One can inherit both good and bad traits from his parents. Sometimes the problem with genetics is that very harmful genetic disorders can be inherited through mutations in genes. Such is the case in Huntington's disease, a rare neurodegenerative genetic disorder. Huntington’s disease is more common in people with Western European descent, whereas Asian and African decendents are less likely to inherit this disease. The physical effects of this disease are prelavent mainly in the middle adult lifetime, mainly around thirty five to forty five years of age. The average lifespan of someone who is affected with Huntington’s disease is ten to twenty years after the onset of the first symptom. The cause of this disease is an autosomal dominant mutation. This means that there is a mutation in a chromosome that is not a sex chromosome. Since the mutation that occurs is dominant, this means that if the mutation occurs in either copy of the Huntingtin gene, the individual is affected by this disease. It also means that the child of the affected individual has a fifty percent chance of inheriting the disease.
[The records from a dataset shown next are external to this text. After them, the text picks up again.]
//! flowrise: design two-pipe hydronic heating networks.
//!
//! The binary is a thin adapter: every command loads a project with
//! `flowrise-core`, runs the engine and prints. `anyhow` lives only here.

mod cli;

fn main() -> std::process::ExitCode {
    cli::main()
}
            Neurodegenerative refers to the progressive loss of neurons in the nervous system. Since neurons deteriorate in this disorder, cognitive function, as well as muscle function tends to degenerate. Due to the deteriorating cognitive function Huntington’s disease causes psychiatric problems such as dementia. Huntington’s disease also is a common cause of chorea, which are involuntary writhing movements. It also has the chance to develop heart disease, and pneumonia. The main effect of the mutation of the Huntingtin gene is the mutant protein Htt. This mutant protein tends to be toxic to certain cells, mainly in the striatum of the brain. Htt can also affect other cells in the body, particularly the testes, and can also sometimes be found in the lungs, heart, and liver. There are different pathways in which the mutant Htt causes the death of cells. These pathways that have been identified include, but are not necessarily limited to: the effects of transcription of a gene, impairment of energy production in cells, the toxic buildup of glutamine in nerve cells, affecting caspases and their cell removal processes, and affecting chaperone proteins, which regulates proper folding of proteins.

            There is no cure for Huntington’s disease. Since this disease is neurodegenerative, the effects of the cognitive decline to patients with this disease are too severe to relieve the cognitive symptoms. As the person affected ages, the need for multidisciplinary care giving is essential because of the inability of the affected person to take care of himself. The chorea that is developed from this disease, though, could be treated with Tetrabenazine, neurleptics, and benzodiazapines. The tragedy of this disease will continue to exist until there is a cure, or some type of treatment in order to preserve the cognition of the affected person.